Handling Major Incidents

I’ve been blogging previously about Incident Management, and no discussion about Incident Management would be complete without mentioning Major Incidents.

First of all, let me offer a definition: A Major Incident is any Incident that has a significant or substantial effect on part of all of the business.

Leaving aside the issue about VIPs (a stuck keyboard belonging to your Chief Executive causing panic on the help desk), we can say that Major Incidents usually affect significant numbers of employees, and involve important enterprise level services.

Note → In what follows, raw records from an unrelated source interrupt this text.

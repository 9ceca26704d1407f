package scf

import (
	"context"
	"errors"
	"math"
	"math/rand"
	"strings"
	"testing"
	"time"

	"poise/energy/basis"
	"poise/energy/integral"
	"poise/energy/molecule"
)

// TestJKAgainstTensor checks the screened, symmetry-reduced, chunked Coulomb
// and exchange build against the plain contraction of the full integral
// tensor J_ab = Σ (ab|cd) D_cd, K_ab = Σ (ac|bd) D_cd, in memory and direct.
func TestJKAgainstTensor(t *testing.T) {
	m := mol(t, waterAngstrom, false, 0, 0)
	set, err := basis.Load("6-31g*")
	if err != nil {
		t.Fatal(err)
	}
	sh, err := set.Shells(m, basis.Default)
	if err != nil {
		t.Fatal(err)
	}
	b := integral.NewBasis(sh)
	n := b.NBF
	tensor := integral.NewERI(b).Tensor()
	rng := rand.New(rand.NewSource(1))
	d := make([]float64, n*n)
	for i := 0; i < n; i++ {
		for j := 0; j <= i; j++ {
			v := rng.Float64() - 0.5
			d[i*n+j], d[j*n+i] = v, v
		}
	}
	wantJ := make([]float64, n*n)
	wantK := make([]float64, n*n)
	for a := 0; a < n; a++ {
		for bb := 0; bb < n; bb++ {
			for c := 0; c < n; c++ {
				for e := 0; e < n; e++ {
					wantJ[a*n+bb] += tensor[((a*n+bb)*n+c)*n+e] * d[c*n+e]
					wantK[a*n+bb] += tensor[((a*n+c)*n+bb)*n+e] * d[c*n+e]
				}
			}
		}
	}
	for _, mem := range []int64{1 << 30, 1} {
		jk, err := newJKBuilder(context.Background(), b, 2, mem)
		if err != nil {
			t.Fatal(err)
		}
		J, K, err := jk.build(context.Background(), [][]float64{d}, true)
		if err != nil {
			t.Fatal(err)
		}
		for i := range J {
			if math.Abs(J[i]-wantJ[i]) > 1e-11 || math.Abs(K[0][i]-wantK[i]) > 1e-11 {
				t.Fatalf("in-core %v: element %d: J %.12f want %.12f, K %.12f want %.12f",
					jk.InCore(), i, J[i], wantJ[i], K[0][i], wantK[i])
			}
		}
	}
}

// TestHydrogenExactExchange checks the exchange build on the hydrogen atom:
// for one electron the exact exchange energy −½ Tr[Dα K[Dα]] cancels the
// Coulomb self-repulsion, and for the exact density e^{−2r}/π both are
// 5/16 Eh (analytic: J = ½∫∫ρρ/r12 = 5/16 for the 1s density). A large
// basis approaches that limit from the basis-set side.
func TestHydrogenExactExchange(t *testing.T) {
	m := mol(t, []atomSpec{{"H", 0, 0, 0}}, false, 0, 0)
	set, err := basis.Load("cc-pvqz")
	if err != nil {
		t.Fatal(err)
	}
	sh, err := set.Shells(m, basis.Default)
	if err != nil {
		t.Fatal(err)
	}
	res, err := Run(context.Background(), m, sh, Options{})
	if err != nil {
		t.Fatal(err)
	}
	jk, err := newJKBuilder(context.Background(), integral.NewBasis(sh), 2, 1<<30)
	if err != nil {
		t.Fatal(err)
	}
	J, K, err := jk.build(context.Background(), res.Density, true)
	if err != nil {
		t.Fatal(err)
	}
	ex := -0.5 * dot(res.Density[0], K[0])
	ej := 0.5 * dot(res.Density[0], J)
	t.Logf("hydrogen atom cc-pVQZ: exact exchange %.6f Eh, Coulomb %.6f Eh", ex, ej)
	if math.Abs(ex+ej) > 1e-12 {
		t.Errorf("exchange %.12f does not cancel the self-repulsion %.12f", ex, ej)
	}
	if math.Abs(ex - -0.3125) > 1e-4 {
		t.Errorf("exact exchange %.6f Eh, want −0.3125 (analytic) within the cc-pVQZ basis error 1e-4", ex)
	}
}

// TestJKScreeningAndThreads checks that incremental, density-screened
// builds give the same two-electron energy as full builds without density
// screening to 1e-10 Eh (the documented bound is 1e-9), and that the
// matrices are bit-identical for 1 and 2 threads, in memory and direct.
func TestJKScreeningAndThreads(t *testing.T) {
	m := mol(t, butaneAnti(t), false, 0, 0)
	set, err := basis.Load("3-21g")
	if err != nil {
		t.Fatal(err)
	}
	sh, err := set.Shells(m, basis.Default)
	if err != nil {
		t.Fatal(err)
	}
	res, err := Run(context.Background(), m, sh, Options{})
	if err != nil {
		t.Fatal(err)
	}
	b := integral.NewBasis(sh)
	n := b.NBF
	d := res.Density[0]
	// An earlier density of the same SCF: the converged one, perturbed.
	rng := rand.New(rand.NewSource(2))
	d0 := make([]float64, n*n)
	for i := 0; i < n; i++ {
		for j := 0; j <= i; j++ {
			v := 0.95*d[i*n+j] + 1e-3*(rng.Float64()-0.5)
			d0[i*n+j], d0[j*n+i] = v, v
		}
	}
	e2 := func(J, K []float64) float64 { return 0.5*dot(d, J) - 0.25*dot(d, K) }
	ref, err := newJKBuilder(context.Background(), b, 2, 1<<30)
	if err != nil {
		t.Fatal(err)
	}
	ref.exact = true
	Jr, Kr, err := ref.build(context.Background(), [][]float64{d}, true)
	if err != nil {
		t.Fatal(err)
	}
	want := e2(Jr, Kr[0])
	// In core, semi-direct with about 40 % of the integrals stored, and
	// direct: the same numbers, bit for bit, with 1, 2 and 3 threads (the
	// direct build with the smallest ring of chunk buffers, 2 per thread).
	nq := int64(len(ref.quartets) / 2)
	semi := 16 * (nq + 1 + 4*ref.totalWords/10)
	var first []float64
	for _, mem := range []int64{1 << 30, semi, 1} {
		for _, threads := range []int{1, 2, 3} {
			jk, err := newJKBuilderConfig(context.Background(), b, jkConfig{threads: threads, memoryBytes: mem, farField: true, minSemiDirectWords: 1})
			if err != nil {
				t.Fatal(err)
			}
			if f := jk.StoredFraction(); (mem == semi) != (f > 0.3 && f < 0.5) {
				t.Fatalf("budget %d bytes: %.2f of the integrals stored", mem, f)
			}
			if _, _, err := jk.build(context.Background(), [][]float64{d0}, true); err != nil {
				t.Fatal(err)
			}
			J, K, err := jk.build(context.Background(), [][]float64{d}, true)
			if err != nil {
				t.Fatal(err)
			}
			if jk.sinceFull != 1 {
				t.Fatalf("second build was not incremental")
			}
			if got := e2(J, K[0]); math.Abs(got-want) > 1e-10 {
				t.Errorf("in-core %v, %d threads: two-electron energy %.12f, unscreened full build %.12f", jk.InCore(), threads, got, want)
			}
			all := append(append([]float64(nil), J...), K[0]...)
			if first == nil {
				first = all
				continue
			}
			for i := range all {
				if all[i] != first[i] {
					t.Fatalf("stored fraction %.2f, %d threads: element %d differs from the in-core build with 1 thread: %v, %v", jk.StoredFraction(), threads, i, all[i], first[i])
				}
			}
		}
	}
}

// TestJKCancelled cancels direct builds (the smallest ring of chunk
// buffers) at different moments: each returns the context's error instead
// of a result, and none hangs.
func TestJKCancelled(t *testing.T) {
	m := mol(t, butaneAnti(t), false, 0, 0)
	set, err := basis.Load("3-21g")
	if err != nil {
		t.Fatal(err)
	}
	sh, err := set.Shells(m, basis.Default)
	if err != nil {
		t.Fatal(err)
	}
	b := integral.NewBasis(sh)
	n := b.NBF
	d := make([]float64, n*n)
	for i := 0; i < n; i++ {
		d[i*n+i] = 1
	}
	for _, after := range []time.Duration{0, time.Millisecond, 5 * time.Millisecond} {
		jk, err := newJKBuilder(context.Background(), b, 3, 1)
		if err != nil {
			t.Fatal(err)
		}
		ctx, cancel := context.WithCancel(context.Background())
		if after == 0 {
			cancel()
		} else {
			time.AfterFunc(after, cancel)
		}
		J, _, err := jk.build(ctx, [][]float64{d}, true)
		cancel()
		if err == nil {
			// A build may finish before a late cancellation; then it must
			// be complete.
			if after == 0 || J == nil {
				t.Errorf("cancelled after %v: no error", after)
			}
			continue
		}
		if !errors.Is(err, context.Canceled) || J != nil {
			t.Errorf("cancelled after %v: J %v, error %v", after, J != nil, err)
		}
	}
}

// butaneAnti reads the anti-butane test molecule.
func butaneAnti(t *testing.T) []atomSpec {
	t.Helper()
	m, err := molecule.ReadXYZFile("../../testdata/molecules/butane-anti.xyz")
	if err != nil {
		t.Fatal(err)
	}
	var out []atomSpec
	for _, a := range m.PositionsAngstrom() {
		out = append(out, atomSpec{x: a[0], y: a[1], z: a[2]})
	}
	for i, a := range m.Atoms {
		out[i].sym = a.Symbol
	}
	return out
}

// TestCutChunks checks that chunks cover every quartet once, in order,
// are not empty, number at most maxChunks, and are cut the same way
// whatever the weights' scale.
func TestCutChunks(t *testing.T) {
	rng := rand.New(rand.NewSource(3))
	for _, nq := range []int{0, 1, 2047, 2049, 100000, 3000000} {
		w := make([]int64, nq)
		var total int64
		for i := range w {
			w[i] = int64(1 + rng.Intn(1296))
			total += w[i]
		}
		c := cutChunks(w, total)
		if c[0] != 0 || c[len(c)-1] != nq {
			t.Fatalf("nq=%d: chunks %v… do not span the quartets", nq, c[:min(len(c), 4)])
		}
		if nc := len(c) - 1; nc > maxChunks || (nq > 0 && nc < min(maxChunks, (nq+minQuartetsPerChunk-1)/minQuartetsPerChunk)) {
			t.Errorf("nq=%d: %d chunks", nq, nc)
		}
		for i := 1; i < len(c); i++ {
			if nq > 0 && c[i] <= c[i-1] {
				t.Fatalf("nq=%d: chunk %d empty or out of order", nq, i-1)
			}
		}
	}
}

// TestDirectNotice checks the notices when the integrals do not fit in
// half of the memory budget (semi-direct when part of them does, direct
// when the budget is tiny), and their absence when they do.
func TestDirectNotice(t *testing.T) {
	m := mol(t, waterAngstrom, false, 0, 0)
	set, err := basis.Load("6-31g*")
	if err != nil {
		t.Fatal(err)
	}
	sh, err := set.Shells(m, basis.Default)
	if err != nil {
		t.Fatal(err)
	}
	b := integral.NewBasis(sh)
	all, err := newJKBuilder(context.Background(), b, 1, 1<<30)
	if err != nil {
		t.Fatal(err)
	}
	half := 16 * (int64(len(all.quartets)/2) + 1 + all.totalWords/2)
	for _, tc := range []struct {
		mem  int64
		says string // "": no notice
	}{{1 << 30, ""}, {half, "semi-direct"}, {4096, "integral-direct"}} {
		var got []string
		jk, err := newJKBuilderConfig(context.Background(), b, jkConfig{threads: 1, memoryBytes: tc.mem, farField: true,
			minSemiDirectWords: 1, log: func(s string) { got = append(got, s) }})
		if err != nil {
			t.Fatal(err)
		}
		if jk.InCore() != (tc.says == "") || (len(got) == 1) != (tc.says != "") {
			t.Errorf("budget %d bytes: in core %v, notices %q", tc.mem, jk.InCore(), got)
			continue
		}
		if tc.says != "" && !strings.Contains(got[0], tc.says) {
			t.Errorf("budget %d bytes: notice %q does not say %q", tc.mem, got[0], tc.says)
		}
	}
}

// TestFarFieldScreeningAlkane checks the far-field screening of shell
// quartets on a long chain, C12H26 in 3-21G: the far-field bound must drop
// quartets that Schwarz screening keeps, and the two-electron part of the
// Fock matrix, G = J − ½K of the density after one SCF iteration, must
// agree with the unscreened-by-distance build (Schwarz screening only, no
// density-weighted screening) to 1e-10 Eh per element and the two-electron
// energy to 1e-8 Eh. Each dropped quartet is below 1e-12 by a rigorous
// bound, so the differences found are sums of such terms.
func TestFarFieldScreeningAlkane(t *testing.T) {
	m, err := molecule.ParseXYZ("C12H26", []byte(alkaneXYZ(12)))
	if err != nil {
		t.Fatal(err)
	}
	if err := m.SetSpin(0, 0); err != nil {
		t.Fatal(err)
	}
	set, err := basis.Load("3-21g")
	if err != nil {
		t.Fatal(err)
	}
	sh, err := set.Shells(m, basis.Default)
	if err != nil {
		t.Fatal(err)
	}
	res, _ := Run(context.Background(), m, sh, Options{MaxIterations: 1, MemoryBytes: 1})
	if res == nil {
		t.Fatal("no density after one iteration")
	}
	b := integral.NewBasis(sh)
	n := b.NBF
	ref, err := newJKBuilderConfig(context.Background(), b, jkConfig{threads: 2, memoryBytes: 1})
	if err != nil {
		t.Fatal(err)
	}
	ref.exact = true
	jk, err := newJKBuilderConfig(context.Background(), b, jkConfig{threads: 2, memoryBytes: 1, farField: true})
	if err != nil {
		t.Fatal(err)
	}
	nRef, nFar := len(ref.quartets)/2, len(jk.quartets)/2
	t.Logf("C12H26 3-21G (%d functions): %d quartets with Schwarz screening, %d with the far-field bound too", n, nRef, nFar)
	if nFar >= nRef {
		t.Errorf("far-field bound dropped no quartet: %d of %d kept", nFar, nRef)
	}
	Jr, Kr, err := ref.build(context.Background(), res.Density, true)
	if err != nil {
		t.Fatal(err)
	}
	J, K, err := jk.build(context.Background(), res.Density, true)
	if err != nil {
		t.Fatal(err)
	}
	var worst float64
	for i := range J {
		worst = math.Max(worst, math.Abs((J[i]-0.5*K[0][i])-(Jr[i]-0.5*Kr[0][i])))
	}
	d := res.Density[0]
	e2 := func(J, K []float64) float64 { return 0.5*dot(d, J) - 0.25*dot(d, K) }
	dE := math.Abs(e2(J, K[0]) - e2(Jr, Kr[0]))
	t.Logf("with density-weighted screening: largest Fock-matrix difference %.2e Eh, two-electron energy difference %.2e Eh", worst, dE)
	// The far-field bound alone (density-weighted screening off too).
	jk.exact = true
	J, K, err = jk.build(context.Background(), res.Density, true)
	if err != nil {
		t.Fatal(err)
	}
	var farOnly float64
	for i := range J {
		farOnly = math.Max(farOnly, math.Abs((J[i]-0.5*K[0][i])-(Jr[i]-0.5*Kr[0][i])))
	}
	t.Logf("far-field bound alone: largest Fock-matrix difference %.2e Eh", farOnly)
	if farOnly > 1e-10 {
		t.Errorf("far-field screening alone changes the Fock matrix by up to %.2e Eh, want ≤ 1e-10", farOnly)
	}
	if worst > 1e-10 {
		t.Errorf("Fock matrices differ by up to %.2e Eh, want ≤ 1e-10", worst)
	}
	if dE > 1e-8 {
		t.Errorf("two-electron energies differ by %.2e Eh, want ≤ 1e-8", dE)
	}
}

// TestSemiDirectSelection checks the choice of a semi-direct store on
// anti-butane in 3-21G: it stays within its budget, fills most of it, and
// keeps the quartets estimated costliest per integral (up to the
// resolution of the binning, 2^(1/8)).
func TestSemiDirectSelection(t *testing.T) {
	m := mol(t, butaneAnti(t), false, 0, 0)
	set, err := basis.Load("3-21g")
	if err != nil {
		t.Fatal(err)
	}
	sh, err := set.Shells(m, basis.Default)
	if err != nil {
		t.Fatal(err)
	}
	b := integral.NewBasis(sh)
	jk, err := newJKBuilderConfig(context.Background(), b, jkConfig{threads: 2, memoryBytes: 1, farField: true})
	if err != nil {
		t.Fatal(err)
	}
	nq := len(jk.quartets) / 2
	weights := make([]int64, nq)
	for q := range weights {
		weights[q] = int64(jk.quartetWords(q))
	}
	for _, frac := range []float64{0.01, 0.1, 0.4, 0.9} {
		budget := int64(frac * float64(jk.totalWords))
		offsets := jk.selectCostliest(weights, budget)
		stored := int64(offsets[nq])
		if stored > budget || float64(stored) < 0.9*float64(budget) {
			t.Errorf("budget %d words: %d stored", budget, stored)
		}
		minStored, maxOther := math.Inf(1), 0.0
		var sum int64
		next := 0
		for q := 0; q < nq; q++ {
			c := jk.costPerIntegral(q)
			if offsets[q] < 0 {
				maxOther = max(maxOther, c)
				continue
			}
			if offsets[q] != next {
				t.Fatalf("budget %d words: quartet %d stored at %d, want %d (quartet order)", budget, q, offsets[q], next)
			}
			next += int(weights[q])
			sum += weights[q]
			minStored = min(minStored, c)
		}
		if sum != stored {
			t.Errorf("budget %d words: blocks add up to %d words, offsets say %d", budget, sum, stored)
		}
		if minStored < maxOther/math.Pow(2, 1.0/8) {
			t.Errorf("budget %d words: a quartet of estimated cost %.3g is stored while one of %.3g is not", budget, minStored, maxOther)
		}
	}
}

So how do we manage Major Incidents? The answer is ‘we do all the stuff that we normally do’ – plus we do some other things. So we make sure that we log the Incident properly, use the CMDB as required, and make the best initial assignment that we can. If you are a Serio user, presumably you’ve set up a Broadcast Alert. Broadcast Alerts were specifically designed for major Incidents, and can be used to send emails about important Incidents to lots of people. You might also use the Serio Text Message Gateway to send text (SMS) messages.

Coming back to the ‘other things’ I mentioned above, this is where your Incident Manager (you have one, right?) takes a lead. What follows could, with a little effort, form the basis of a Major Incident Procedure.

  1. If you can, make a rough estimate of how long the Incident will last, or more accurately, how long the missing service will be unavailable. You might be reluctant to do this, as people have a tendency to hold you to rough estimates at times of stress, but you should do it anyway.
  2. Inform the key stakeholders. By this I mean do more than send them an automated email, use the CMDB to identify the affected parties, and let them know about the Incident – don’t assume they know. Give them your estimate from 1. above. This way, they will know if it is worth starting manual procedures, and it will help them deal with their customers.
  3. If you are a Serio user, post the Incident to the Service Status website, as that is what it is for. Post updates on the Incident here during the day, your customers will appreciate it.
  4.  Inform your Problem Manager (you’ve got one, right?). I’ve blogged about Problem Management before here and here (and other places), and we have a Problem Management white paper on that subject for download.
  5. Once the Incident is resolved, perform a review. Analyse the Incident from different perspectives, which should include:
  • Could the Incident have been avoided in the first place?
  • What was the estimated cost to the business of the Incident?
  • How well did we perform in restoring the missing service to users?
  • Did we communicate effectively, both between ourselves and our customers?
  • How well did our internal documentation perform – for instance, our recovery documentation?
  1. Report your findings clearly with recommendations for the future.